# Reparacion lavadora Easy



## Marco Polo Gomez (Oct 2, 2012)

alguien podria ayudarme esta fallando mi lavadora sospecho de los triacs pero no se ve el codigo cuales puedo usar


----------



## DOSMETROS (Oct 2, 2012)

Cualquier triac de 400V o 600 V 8 A sobra para una lavadora


----------



## el-rey-julien (Oct 2, 2012)

tic226 va muy bien en cualquier labarropas


----------



## Marco Polo Gomez (Oct 4, 2012)

les agradezco la informacion que me han enviado en breve les informare si logre repararla muchas gracias


----------



## esteban120 (Oct 5, 2012)

Puedes poner el fallo a ver si te puedo ayudar


----------



## Marco Polo Gomez (Oct 5, 2012)

que tal esteban te lo agradezco la falla inicio que al conectar la lavadora inmediatamente se activaba el centrifugado uno de los triacs estaba en corto le puse un BTA08 y se soluciono el problema pero al poner el ciclo de lavado empieza a querer funcionar solo unos segundos y se bloquea empiezan a parpadear todos los leds y la lavadora ya no responde voltie la lavadora y le saque muchas monedas supuse que tal vez se atoraba el motor y por eso mandaba el codigo de fallo pero aun asi no he solucionado el problema voy a cambiar los 2 triacs que lleva a ver que pasa ya verifique las caracteristicas del BTA08 y si cumple con lo que los amigos de este foro me hicieron el favor de orientarme tal vez deba cambiar los 2 triacs que lleva cualquier cosa en la que puedas ayudarme te lo agradecere saludos


----------



## vanerit (Nov 14, 2012)

el problema que tienes es el selenoide tienes que cambiarlo saludos


----------



## CHOWELL (May 23, 2013)

o tambien el sensor de velocidad que ba en el motor


----------



## olopez (Jun 5, 2015)

Voy igual que CHOWELL, el sensor de rpm  de efecto hall cuando falla  la lavadora intenta 2 ó 3 giros y se alarma


----------



## fausto garcia (Oct 26, 2015)

Saludos compañeros.

En un principio pensé abrir un tema nuevo... pero ya resolví el problema, solo espero puedan ayudarme a despejar unas dudas tal vez triviales, por eso las expongo aquí, espero puedan ayudarme. 

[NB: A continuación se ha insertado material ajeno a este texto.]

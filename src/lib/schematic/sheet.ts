// The drawing as data: placed symbols with their pins, wires, net tags and ground symbols. The
// layouts write to a Sheet; the SVG writer reads it; `connections()` reads back which pins the
// drawn wires join, from the geometry alone, so what a reader sees is what is checked.

export interface Point {
  x: number;
  y: number;
}

export interface Pin extends Point {
  ref: string;
  name: string;
  /** A control pin (feedback, IC supply) the power-path check leaves out. */
  signal?: boolean;
}

export interface Label {
  x: number;
  y: number;
  text: string;
  anchor: 'start' | 'middle' | 'end';
  weight?: 'bold';
  /** Pin names inside a block: the smaller size. */
  small?: boolean;
}

export interface PlacedPart {
  ref: string;
  /** Symbol markup in sheet coordinates (paths, circles). */
  markup: string[];
  labels: Label[];
  title: string;
  /** An input or output terminal pair rather than a part of the design. */
  terminal?: boolean;
}

/** A named net tag: every tag of one name belongs to one net, as if wired. */
export interface Tag extends Point {
  name: string;
  /** Which way the tag points from its wire end. */
  side: 'up' | 'down' | 'left' | 'right';
  /** A terminal's own name: joins like a tag, drawn as the terminal. */
  hidden?: boolean;
}

export class Sheet {
  readonly parts: PlacedPart[] = [];
  readonly pins: Pin[] = [];
  readonly wires: Point[][] = [];
  readonly tags: Tag[] = [];
  /** Ground symbols, each hanging below its point. */
  readonly grounds: Point[] = [];
  readonly hazards: Point[] = [];
  readonly notes: Label[] = [];

  part(p: PlacedPart, pins: Pin[]): void {
    this.parts.push(p);
    this.pins.push(...pins);
  }

  wire(...points: Point[]): void {
    if (points.length >= 2) this.wires.push(points);
  }

  tag(at: Point, name: string, side: Tag['side'], hidden = false): void {
    this.tags.push({ ...at, name, side, ...(hidden ? { hidden } : {}) });
  }

  ground(at: Point): void {
    this.grounds.push(at);
  }

  /** Junction dots: where three or more wire ends and pins meet, or a wire ends on another's run. */
  junctions(): Point[] {
    const ends = this.wires.flatMap((w) => [w[0]!, w[w.length - 1]!]);
    const count = new Map<string, { p: Point; n: number }>();
    for (const p of [...ends, ...this.pins]) {
      const k = key(p);
      const c = count.get(k) ?? { p, n: 0 };
      c.n += 1;
      count.set(k, c);
    }
    for (const p of ends) {
      const c = count.get(key(p))!;
      if (this.wires.some((w) => segmentsOf(w).some(([a, b]) => inside(p, a, b)))) c.n += 2;
    }
    return [...count.values()].filter((c) => c.n >= 3).map((c) => c.p);
  }

  /**
   * Nets as the drawing shows them: each a sorted list of `REF.pin` names (and `GND` for the ground
   * symbols). Wire ends and pins join a wire when they lie on it; crossings without an end join nothing.
   */
  connections(): string[][] {
    const points: (Point & { id: string })[] = [
      ...this.pins.map((p) => ({ ...p, id: `${p.ref}.${p.name}` })),
      ...this.grounds.map((p) => ({ ...p, id: 'GND' })),
      ...this.tags.map((p) => ({ ...p, id: `tag:${p.name}` })),
    ];
    const parent = new Map<string, string>();
    const find = (a: string): string => {
      const p = parent.get(a) ?? a;
      if (p === a) return a;
      const root = find(p);
      parent.set(a, root);
      return root;
    };
    const union = (a: string, b: string) => parent.set(find(a), find(b));
    const wireIds = this.wires.map((_, i) => `wire:${i}`);
    const onWire = (p: Point) => this.wires.flatMap((w, i) => (segmentsOf(w).some(([a, b]) => onSegment(p, a, b)) ? [wireIds[i]!] : []));
    const at = new Map<string, string>();
    for (const p of points) {
      for (const w of onWire(p)) union(p.id, w);
      // A symbol placed on a pin (an earth on a resistor's end) joins it without a wire.
      const here = at.get(key(p));
      if (here) union(p.id, here);
      else at.set(key(p), p.id);
    }
    this.wires.forEach((w, i) => {
      for (const end of [w[0]!, w[w.length - 1]!]) for (const other of onWire(end)) union(wireIds[i]!, other);
    });
    // Every ground symbol shares the id GND, and every tag of one name its tag id: one net each.
    const nets = new Map<string, Set<string>>();
    for (const p of points) {
      const root = find(p.id);
      const set = nets.get(root) ?? new Set<string>();
      if (!p.id.startsWith('tag:')) set.add(p.id);
      nets.set(root, set);
    }
    return [...nets.values()]
      .map((s) => [...s].sort())
      .filter((n) => n.length > 0)
      .sort((a, b) => a[0]!.localeCompare(b[0]!));
  }
}

const key = (p: Point) => `${p.x},${p.y}`;

function segmentsOf(w: Point[]): [Point, Point][] {
  return w.slice(1).map((p, i) => [w[i]!, p]);
}

/** On the segment, ends included; the layouts draw only horizontal and vertical runs. */
function onSegment(p: Point, a: Point, b: Point): boolean {
  if (a.x === b.x) return p.x === a.x && p.y >= Math.min(a.y, b.y) && p.y <= Math.max(a.y, b.y);
  if (a.y === b.y) return p.y === a.y && p.x >= Math.min(a.x, b.x) && p.x <= Math.max(a.x, b.x);
  return false;
}

/** Strictly between the ends. */
function inside(p: Point, a: Point, b: Point): boolean {
  return onSegment(p, a, b) && key(p) !== key(a) && key(p) !== key(b);
}
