/** The fictional demo scenario and the seed that loads it: the server-only services other domains may call. */
export * from './seed.server';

Resulta que mi lavadora marca EASY de 17kg funcionaba perfecto, hasta que la semana pasada después de acumularse la ropa, mi esposa se disponía a lavar, el ciclo de llenado lo hizo normal, pero cuando se supone tiene que empezar a lavar, no funcionaba, solo hacia un ruido extraño como si el motor se estuviera forzando, le sugerí a mi esposa que le quitara toda la ropa, solo la deje con agua y aun así seguía como si no tuviera fuerza, le di el ciclo de centrifugado para que sacara el agua y lo hizo ok, pero cuando se supone tiene que empezar el centrifugado el motor hacia otra vez ese ruido como si estuviera forzándose y aun sin tener fuerza.

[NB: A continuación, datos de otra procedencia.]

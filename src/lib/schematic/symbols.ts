// Symbol shapes after IEC 60617 (the IEC's graphical symbols for diagrams): rectangular resistor,
// parallel-plate capacitor (one hollow plate and "+" where polarised), semicircle-winding inductor,
// triangle-and-bar diodes with the breakdown (Zener) and Schottky bar forms, MOSFET with broken
// (enhancement) or solid (depletion) channel, bipolar transistor without envelope, rectangle for an
// integrated circuit, the earth symbol and open-circle terminals. One symbol set, used everywhere.
import type { Point } from './sheet.ts';

export type Direction = 'right' | 'down' | 'left' | 'up';

/** A two-pin symbol spans this many units from pin to pin. */
export const SPAN = 60;

/**
 * Local frame: u runs from the first pin toward the second, v across it (v > 0 is below a
 * rightward symbol); `flip` mirrors v, for a transistor whose control pin faces the other side.
 */
export function frame(at: Point, dir: Direction, flip = false) {
  const s = flip ? -1 : 1;
  return (u: number, v: number): Point => {
    const w = v * s;
    if (dir === 'right') return { x: at.x + u, y: at.y + w };
    if (dir === 'left') return { x: at.x - u, y: at.y - w };
    if (dir === 'down') return { x: at.x - w, y: at.y + u };
    return { x: at.x + w, y: at.y - u };
  };
}
type Frame = ReturnType<typeof frame>;

const f = (n: number) => String(Math.round(n * 10) / 10);
const xy = (p: Point) => `${f(p.x)} ${f(p.y)}`;

/** A polyline path through the frame's points. */
export function line(t: Frame, ...uv: [number, number][]): string {
  return `<path d="M${uv.map(([u, v]) => xy(t(u, v))).join(' L')}"/>`;
}

function polygon(t: Frame, filled: boolean, ...uv: [number, number][]): string {
  return `<path d="M${uv.map(([u, v]) => xy(t(u, v))).join(' L')} Z"${filled ? ' fill="#1e2329"' : ''}/>`;
}

/** IEC 60617 S00555: a rectangle; a string of equal resistors as that many rectangles in series. */
export function resistor(t: Frame, count = 1): string[] {
  const shown = Math.min(count, 3);
  const start = 12;
  const gap = shown > 1 ? 4 : 0;
  const each = (SPAN - 2 * start - gap * (shown - 1)) / shown;
  const out = [line(t, [0, 0], [start, 0]), line(t, [SPAN - start, 0], [SPAN, 0])];
  for (let i = 0; i < shown; i++) {
    const a = start + i * (each + gap);
    out.push(polygon(t, false, [a, -6], [a + each, -6], [a + each, 6], [a, 6]));
    if (i > 0) out.push(line(t, [a - gap, 0], [a, 0]));
  }
  return out;
}

/** IEC 60617 S00567 / S00571: two plates; a polarised part's positive plate (first pin) hollow, marked "+". */
export function capacitor(t: Frame, polarised: boolean): string[] {
  const out = [line(t, [0, 0], [26, 0]), line(t, [34, 0], [SPAN, 0]), line(t, [34, -12], [34, 12])];
  if (!polarised) return [...out, line(t, [26, -12], [26, 12])];
  const plus = t(19, 13);
  return [
    ...out,
    polygon(t, false, [23, -12], [27, -12], [27, 12], [23, 12]),
    `<path d="M${f(plus.x - 3.5)} ${f(plus.y)} h7 M${f(plus.x)} ${f(plus.y - 3.5)} v7" stroke-width="1.4"/>`,
  ];
}

/** IEC 60617 S00583: four semicircular windings. */
export function inductor(t: Frame): string[] {
  const humps = [14, 22, 30, 38].map((u) => `A4 4 0 0 1 ${xy(t(u + 8, 0))}`).join(' ');
  return [`<path d="M${xy(t(0, 0))} L${xy(t(14, 0))} ${humps} L${xy(t(SPAN, 0))}"/>`];
}

export type DiodeKind = 'rectifier' | 'zener' | 'schottky';

/** IEC 60617 S00641 (and S00646 breakdown, S00649 Schottky bar forms): anode at the first pin. */
export function diode(t: Frame, kind: DiodeKind): string[] {
  const out = [line(t, [0, 0], [21, 0]), line(t, [39, 0], [SPAN, 0]), polygon(t, true, [21, -10], [21, 10], [39, 0])];
  if (kind === 'zener') return [...out, line(t, [35, -12], [39, -10], [39, 10], [43, 12])];
  if (kind === 'schottky') return [...out, line(t, [43, -7], [43, -10], [39, -10], [39, 10], [35, 10], [35, 7])];
  return [...out, line(t, [39, -10], [39, 10])];
}

/** An adjustable shunt reference: a breakdown diode (cathode first) with its reference lead at (30, 26). */
export function shuntReference(t: Frame): string[] {
  return [...diode(t, 'zener'), line(t, [30, 5], [30, 26])];
}

/**
 * IEC 60617 S00626 (N-channel, enhancement: broken channel; depletion: solid): drain at the first
 * pin, source at the second, gate at (30, 30); the substrate arrow points into the channel.
 */
export function nMosfet(t: Frame, depletion: boolean): string[] {
  const channel = depletion
    ? [line(t, [16, 12], [44, 12])]
    : [line(t, [16, 12], [24, 12]), line(t, [26, 12], [34, 12]), line(t, [36, 12], [44, 12])];
  return [
    ...channel,
    line(t, [0, 0], [20, 0], [20, 12]),
    line(t, [SPAN, 0], [40, 0], [40, 12]),
    line(t, [30, 12], [30, 0], [40, 0]),
    polygon(t, true, [30, 11], [27, 4], [33, 4]),
    line(t, [16, 20], [44, 20]),
    line(t, [30, 20], [30, 30]),
  ];
}

/** IEC 60617 S00633 (NPN, no envelope): collector at the first pin, emitter at the second, base at (30, 30). */
export function npn(t: Frame): string[] {
  return [
    line(t, [15, 12], [45, 12]),
    line(t, [30, 12], [30, 30]),
    line(t, [0, 0], [18, 0], [24, 12]),
    line(t, [SPAN, 0], [42, 0], [36, 12]),
    polygon(t, true, [42, 0], [36.5, 3.2], [40.2, 6]),
  ];
}

/** A finned heatsink beside its device (a drawing aid: no electrical pins). */
export function heatsink(at: Point): string[] {
  const fins = [0, 8, 16, 24].map((dx) => `M${f(at.x + dx)} ${f(at.y)} v-10`).join(' ');
  return [`<path d="M${f(at.x - 2)} ${f(at.y)} h28 ${fins}" stroke-width="1.6"/>`];
}

/** IEC 60617 S00200, earth (ground), hanging below `at`. */
export function groundMarkup(at: Point): string {
  return `<path d="M${xy(at)} v10 M${f(at.x - 10)} ${f(at.y + 10)} h20 M${f(at.x - 6)} ${f(at.y + 14)} h12 M${f(at.x - 2)} ${f(at.y + 18)} h4"/>`;
}

/** IEC 60617 S00017: an open-circle terminal. */
export function terminalMarkup(at: Point): string {
  return `<circle cx="${f(at.x)}" cy="${f(at.y)}" r="4.5" fill="#ffffff"/>`;
}

/** IEC 60417-5036, dangerous voltage: a triangle with a lightning flash, centred on `at`. */
export function hazardMarkup(at: Point): string {
  const { x, y } = at;
  return [
    `<path d="M${f(x)} ${f(y - 11)} L${f(x + 11)} ${f(y + 8)} L${f(x - 11)} ${f(y + 8)} Z" fill="#fcf4e2" stroke="#8a5a00" stroke-width="1.6"/>`,
    `<path d="M${f(x + 1.5)} ${f(y - 5)} L${f(x - 2.5)} ${f(y + 1.5)} L${f(x + 1)} ${f(y + 1)} L${f(x - 1.5)} ${f(y + 6.5)} L${f(x + 3)} ${f(y - 0.5)} L${f(x - 0.5)} ${f(y)} Z" fill="#1e2329" stroke="none"/>`,
  ].join('');
}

Empecé a revisar los voltajes que le llegaban al motor y todo ok, el voltaje del capacitor bien, por eso descarte fallas en la tarjeta principal, cheque los arneses y bien revise el sensor de velocidad y parecía ok pero la  lavadora seguía sin funcionar.

Como no pude encontrar nada anormal en lo eléctrico y lo electrónico decidí llamar al supuesto técnico, después de dos días se apareció desde la mañana y la estuvo revisando casi todo el día, desafortunadamente yo no pude estar presente para ver que le hacía, por la tarde que llegue a casa me dijo que la falla estaba en la tarjeta y en el motor, dándome un presupuesto de 3200 pesos algo así como 190 dólares lo cual me pareció algo costoso.

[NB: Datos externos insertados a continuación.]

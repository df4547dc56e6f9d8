// Which symbol draws each part of a design, by its role and its catalog text.
import type { Component, ComponentRole } from '../engine/types.ts';
import type { ChainEntry } from './board.ts';
import { capacitor, diode, inductor, nMosfet, npn, resistor, type DiodeKind } from './symbols.ts';

const RESISTORS = new Set<ComponentRole>(['series-resistor', 'feedback-lower', 'feedback-upper', 'bias-resistor', 'sense-resistor']);
const CAPACITORS = new Set<ComponentRole>(['input-capacitor', 'output-capacitor', 'bypass-capacitor']);

/** Electrolytic, polymer and tantalum capacitors have a positive terminal. */
export const isPolarised = (c: Component) => /electrolytic|polymer|tantalum/i.test(c.part);

function diodeKind(c: Component): DiodeKind {
  if (c.role === 'zener' || c.role === 'standoff-zener') return 'zener';
  return /schottky/i.test(c.part) ? 'schottky' : 'rectifier';
}

/** The two-pin entry for a resistor, capacitor, inductor or diode (anode first). */
export function twoPinEntry(c: Component, reverse = false): ChainEntry {
  if (RESISTORS.has(c.role)) return { c, draw: (t) => resistor(t, c.quantity), pins: ['1', '2'], reverse };
  if (CAPACITORS.has(c.role)) {
    const polarised = isPolarised(c);
    return { c, draw: (t) => capacitor(t, polarised), pins: polarised ? ['+', '-'] : ['1', '2'], reverse };
  }
  if (c.role === 'inductor') return { c, draw: (t) => inductor(t), pins: ['1', '2'], reverse };
  const kind = diodeKind(c);
  return { c, draw: (t) => diode(t, kind), pins: ['A', 'K'], reverse };
}

/** A three-pin transistor: the symbol and its pin names (first, second, control). */
export function transistorEntry(c: Component): { draw: ChainEntry['draw']; pins: [string, string, string] } {
  if (/\bNPN\b/.test(c.part)) return { draw: (t) => npn(t), pins: ['C', 'E', 'B'] };
  const depletion = /depletion/i.test(c.part);
  return { draw: (t) => nMosfet(t, depletion), pins: ['D', 'S', 'G'] };
}

export function byRole(components: readonly Component[], role: ComponentRole): Component[] {
  return components.filter((c) => c.role === role);
}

Le pague la revisión y me hice a la idea de gastar esa cantidad, con la espinita de la duda empecé a buscar información en la red, you tube, yo reparo, algunos blogs de reparación etc.
Algunos casos muy similares al mío pero con diversos resultados, que el sensor de velocidad, el capacitor, las más diversas fallas en la tarjeta, transmisión dañada, flotador en mal estado, exceso de mugre en la tina y un largo etc.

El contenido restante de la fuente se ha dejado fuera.